Save the file and restart the cassandra using
sudo systemctl restart cassandra.service
sudo apt install iptables-persistent
continue pressing all yeses
To modify the firewall rules, open the rules file for IPv4.
sudo nano /etc/iptables/rules.v4
Copy and paste the following line within the INPUT chain,
-A INPUT -p tcp -s 127.0.0.1 -m multiport --dports 7000,9042 -m state --state NEW,ESTABLISHED -j ACCEPT
After adding the rule, save and close the file, then restart IPTables.
sudo service netfilter-persistent restart
- Because the Debian packages start the Cassandra service automatically, you must stop the server and clear the data:
Doing this removes the default cluster_name (Test Cluster) from the system table. All nodes must use the same cluster name.
$ sudo service cassandra stop
$ sudo rm -rf /var/lib/cassandra/data/system/*
The distribution of Cassandra is ready for configuration.
$ sudo nodetool status
something like this should appear
Datacenter: dc1
===============
Status=Up/Down
|/ State=Normal/Leaving/Joining/Moving
-- Address Load Tokens Owns (effective) Host ID Rack
UN 127.0.0.1 203.61 KiB 256 100.0% 2e2fad33-e7db-462d-89e6-4b36482a3829 rack1
activate your foxhound virtual environment
$ pip install pip install django-cassandra-engine
activate your foxhound virtual environment
(venv)$ pip install celery[redis]
sudo apt-get install redis-server
check if redis-server is working by command
$ redis-cli ping
should reply PONG
navigate to backend directory in cmd check if celery is accepting tasks or not
(venv) ....backend$ celery worker -A backend --loglevel=info
something like this should appear
-------------- celery@keshavchaurasia-xps v4.3.0 (rhubarb)
---- **** -----
--- * *** * -- Linux-5.0.0-37-generic-x86_64-with-Ubuntu-18.04-bionic 2019-12-13 01:11:33
-- * - **** ---
- ** ---------- [config]
- ** ---------- .> app: backend:0x7fdc831cf4a8
- ** ---------- .> transport: redis://localhost:6379//
- ** ---------- .> results: redis://localhost:6379/
- *** --- * --- .> concurrency: 4 (prefork)

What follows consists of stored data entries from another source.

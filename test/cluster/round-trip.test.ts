/**
 * The round trip: factors fitted here, written in Spark's ALSModel layout by our writer, imported back,
 * score identically. DuckDB (an independent reader) checks that the written files have Spark's schema.
 */
import fs from 'node:fs';
import os from 'node:os';
import path from 'node:path';
import { afterAll, describe, expect, it } from 'vitest';
import { buildInteractionMatrix } from '../../src-main/core/matrix/build.ts';
import { fitIals, loadIals } from '../../src-main/core/models/ials.ts';
import { exportSignals } from '../../src-main/services/cluster/export-signals.ts';
import { importModel } from '../../src-main/services/cluster/import-model.ts';
import { writeSparkModel } from '../../src-main/services/cluster/write-spark-model.ts';
import { loadDataset } from '../../src-main/store/dataset.ts';
import { ModelRepo } from '../../src-main/store/models.ts';
import { smallWorkspace } from '../store/models-fixture.ts';
import { duck } from './spark-fixture.ts';

const ws = smallWorkspace({ items: 40, customers: 90, seed: 5 });
const root = fs.mkdtempSync(path.join(os.tmpdir(), 'shelfwright-roundtrip-'));
afterAll(() => {
  ws.db.close();
  fs.rmSync(ws.dir, { recursive: true, force: true });
  fs.rmSync(root, { recursive: true, force: true });
});

describe('fit here, write in Spark\'s layout, import', () => {
  it('scores every customer over every item exactly as the model fitted here', async () => {
    const exportDir = path.join(root, 'export');
    exportSignals(ws.db, exportDir);
    const history = buildInteractionMatrix(loadDataset(ws.db));
    const { model } = fitIals(history, { factors: 12, iterations: 6, seed: 4, alpha: 3 });
    const dir = path.join(exportDir, 'model');
    writeSparkModel(model, dir, { regParam: 0.01, alpha: 3, maxIter: 6 });

    const c = await duck();
    const schema = (await c.runAndReadAll(`DESCRIBE SELECT * FROM read_parquet('${dir}/itemFactors/*.parquet')`)).getRows().map((r) => `${r[0]}:${r[1]}`);
    expect(schema).toEqual(['id:INTEGER', 'features:FLOAT[]']); // Spark's FeatureData(id: Int, features: Array[Float])
    const count = (await c.runAndReadAll(`SELECT count(*)::INTEGER FROM read_parquet('${dir}/userFactors/*.parquet')`)).getRows()[0]![0];
    expect(count).toBe(90);

    const report = await importModel(ws.db, dir);
    expect(report.origin.customersFoldedIn).toBe(0);
    expect(report.origin.itemsWithoutFactors).toBe(0);
    const back = loadIals(new ModelRepo(ws.db).loadCurrent('ials')!.bytes);
    const a = new Float32Array(model.itemCount);
    const b = new Float32Array(back.itemCount);
    for (let u = 0; u < model.customerCount; u++) {
      model.scoreInto(u, history, a);
      back.scoreInto(u, history, b);
      expect(Array.from(b)).toEqual(Array.from(a));
    }
  });
});
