/** The publish check lives in core (one place for the app and the command line); re-exported here. */
export { publishCheck, shelfKey, type PublishCheck } from '../../src-main/core/editing/publish-check.ts';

-- ******* ---- .> task events: OFF (enable -E to monitor tasks in this worker)
--- ***** -----
-------------- [queues]
.> celery exchange=celery(direct) key=celery
[tasks]
. backend.celery.debug_task
. core.tasks.test
$ python manage.py sync_cassandra
$ python manage.py makemigrations
$ python manage.py migrate
Please create a branch when you are creating a new feature. However small it may be, please create a new branch.
Commit your work as often as possible. Please write proper commit messages explaining what has been done in the commit.